汝叨叨在馬家大院的外圍細細走了一圈,直到這個時候,她才感覺到,這馬家似乎並沒有想象中那麼的富有,只是和邊上的甕牖(you)繩樞有比較大的落差感而已,畢竟這里只是李家村而不是迪拜。

而之前每一次馬夫人出行都跟著的那一群人,似乎並不全是隨從,如果沒有猜錯的話,應該是李家村的那些「閑賦的村民」。

汝叨叨淡淡地勾起嘴角,從懷里模出原先就準備好的枯草,以及從糯糯這里悄悄偷來的火石。
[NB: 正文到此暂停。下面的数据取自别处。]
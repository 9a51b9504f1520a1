"""The store: a work folder with one SQLite file that holds what was computed under its digest.

Entries are results, which stay, and pieces of unfinished work (tapes, samples, parts of a
reconstruction), which belong to the stage that they are for and go when it is finished. Each carries
a checksum. Writing is one transaction, so a kill at any moment leaves either the old state or the new
one. One process at a time works in a folder (an advisory lock says so).
"""

from __future__ import annotations

import fcntl
import hashlib
import json
import sqlite3
import zlib
from collections.abc import Iterator
from contextlib import contextmanager
from pathlib import Path
from types import TracebackType
from typing import IO

from ibpred.digest import JsonData, canonical_bytes
from ibpred.errors import StoreError, UnwritableError

FORMAT = "ibpred-store-2"

_PART = 2**28  # bytes of an entry in one row: SQLite takes less than 2^30
_SCHEMA = (
    "create table about (format text not null)",
    "create table entry (key text not null, part integer not null, parts integer not null,"
    " kind text not null, owner text, packed integer not null, body blob not null,"
    " checksum text not null, primary key (key, part)) without rowid",
    "create index work on entry (owner) where owner is not null",
)


class Store:
    """An open work folder. Use it as a context manager.

    Parameters
    ----------
    folder
        The work folder; made if it is missing.

    Raises
    ------
    UnwritableError
        If the folder cannot be made or written.
    StoreError
        If another run works there, or the file in it is damaged or no store of this version.
    """

    def __init__(self, folder: Path) -> None:
        self.folder = folder
        self.path = folder / "store.sqlite"
        try:
            folder.mkdir(parents=True, exist_ok=True)
            self._lock: IO[str] = (folder / "lock").open("w")
        except OSError as error:
            raise UnwritableError(
                f"the work folder {folder} cannot be written ({error.strerror}); "
                "choose another one with --work DIR"
            ) from error
        try:
            fcntl.flock(self._lock, fcntl.LOCK_EX | fcntl.LOCK_NB)
        except OSError:
            self._lock.close()
            raise StoreError(
                f"another run is working in {folder}; wait for it or choose another folder with --work DIR"
            ) from None
        try:
            self._open()
        except BaseException:
            self._lock.close()
            raise

    def _open(self) -> None:
        with self._guarded("open"):
            self._database = sqlite3.connect(self.path, isolation_level=None)
            tables = {row[0] for row in self._database.execute("select name from sqlite_master")}
            if not tables:
                with self.transaction():
                    for statement in _SCHEMA:
                        self._database.execute(statement)
                    self._database.execute("insert into about values (?)", (FORMAT,))
                return
            if "about" not in tables:
                raise StoreError(f"{self.path} is an SQLite file but no store of ibpred; {self._remedy()}")
            row = self._database.execute("select format from about").fetchone()
            if row is None or row[0] != FORMAT or "entry" not in tables:
                found = row[0] if row else "nothing"
                raise StoreError(
                    f"{self.path} has format {found!r}, this version reads {FORMAT!r}; {self._remedy()}"
                )

    def _remedy(self) -> str:
        return "choose another folder with --work DIR, or delete this one to start afresh"

    @contextmanager
    def _guarded(self, deed: str) -> Iterator[None]:
        try:
            yield
        except sqlite3.OperationalError as error:
            text = str(error)
            if "readonly" in text or "unable to open" in text:
                raise UnwritableError(
                    f"{self.path} cannot be written ({text}); choose another folder with --work DIR"
                ) from error
            if "full" in text or "disk I/O" in text:
                raise StoreError(
                    f"cannot {deed} {self.path} ({text}): the disk is full, a limit on the size of files is "
                    "reached, or the disk fails; nothing stored before is lost: free some space and run the "
                    "same command again"
                ) from error
            raise StoreError(f"cannot {deed} {self.path}: {text}; {self._remedy()}") from error
        except sqlite3.DatabaseError as error:
            raise StoreError(f"{self.path} is damaged ({error}); {self._remedy()}") from error

    def __enter__(self) -> Store:
        return self

    def __exit__(
        self,
        kind: type[BaseException] | None,
        value: BaseException | None,
        trace: TracebackType | None,
    ) -> None:
        self.close()

    def close(self) -> None:
        """Close the file and release the folder."""
        self._database.close()
        self._lock.close()

    @contextmanager
    def transaction(self) -> Iterator[None]:
        """All that is written inside takes effect together, or not at all."""
        if self._database.in_transaction:
            yield
            return
        with self._guarded("write"):
            self._database.execute("begin immediate")
            try:
                yield
                self._database.execute("commit")
            except BaseException:
                if self._database.in_transaction:
                    self._database.execute("rollback")
                raise

    def has(self, key: str) -> bool:
        """Whether there is an entry under a key."""
        with self._guarded("read"):
            found = self._database.execute("select 1 from entry where key = ? and part = 0", (key,))
            return found.fetchone() is not None

    def get_bytes(self, key: str) -> bytes | None:
        """The stored bytes, or None.

        Raises
        ------
        StoreError
            If the entry does not match its checksum.
        """
        with self._guarded("read"):
            rows = self._database.execute(
                "select body, checksum, kind, packed, parts from entry where key = ? order by part", (key,)
            ).fetchall()
        if not rows:
            return None
        return b"".join(self._checked(row, len(rows)) for row in rows)

    def _checked(self, row: tuple[bytes, str, str, int, int], present: int) -> bytes:
        body, checksum, kind, packed, parts = row
        whole = isinstance(body, bytes) and hashlib.sha256(body).hexdigest() == checksum
        if not whole or present != parts:
            raise StoreError(f"{self.path}: an entry of {kind!r} is damaged; {self._remedy()}")
        try:
            return zlib.decompress(body) if packed else body
        except zlib.error as error:
            raise StoreError(
                f"{self.path}: an entry of {kind!r} is damaged ({error}); {self._remedy()}"
            ) from error

    def put_bytes(
        self, key: str, kind: str, body: bytes, owner: str | None = None, packed: bool = True
    ) -> None:
        """Store bytes under a key.

        Parameters
        ----------
        key
            A digest of all that the bytes depend on; what was stored under it is replaced.
        kind
            What it is, for messages.
        body
            The bytes.
        owner
            Key of the unfinished result that the bytes are for; None for what stays.
        packed
            Whether to compress (of no use for residues).
        """
        parts = max(1, -(-len(body) // _PART))
        with self.transaction():
            self._database.execute("delete from entry where key = ?", (key,))
            for part in range(parts):
                piece = body[part * _PART : (part + 1) * _PART]
                piece = zlib.compress(piece, 3) if packed else piece
                checksum = hashlib.sha256(piece).hexdigest()
                self._database.execute(
                    "insert into entry values (?, ?, ?, ?, ?, ?, ?, ?)",
                    (key, part, parts, kind, owner, int(packed), piece, checksum),
                )

    def forget_work(self, owner: str) -> None:
        """Remove the pieces of work that a finished result does not need any more."""
        with self.transaction():
            self._database.execute("delete from entry where owner = ?", (owner,))

    def work(self) -> dict[str, int]:
        """How many pieces of unfinished work there are, by kind."""
        query = "select kind, count(*) from entry where owner is not null and part = 0 group by kind"
        with self._guarded("read"):
            return dict(sorted(self._database.execute(query).fetchall()))

    def get(self, key: str) -> JsonData:
        """The stored JSON data, or None."""
        body = self.get_bytes(key)
        if body is None:
            return None
        try:
            data: JsonData = json.loads(body)
        except ValueError as error:
            raise StoreError(f"{self.path}: an entry is no JSON; {self._remedy()}") from error
        return data

    def put(self, key: str, kind: str, data: JsonData, owner: str | None = None) -> None:
        """Store JSON data under a key; see `put_bytes`."""
        self.put_bytes(key, kind, canonical_bytes(data), owner)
由于枯草是之前被自己「糟蹋」過的產物,在那之後也沒有曬過,現在也變成了最合適的道具。

她就這麼站在圍牆外面,用火石點了枯草,沒燃多少,就由于枯草上的陰濕而熄了,一股煙味冒了出來,她抬手就把依然冒著煙味的枯草丟過了牆,隨後繞到了另一頭。

僅這麼點的煙味對于人類而言也許並不會感動什麼異樣,可對于狗而言,卻與失火的前兆差不多,果然,沒過多久,院內的狗吠聲便響了起來。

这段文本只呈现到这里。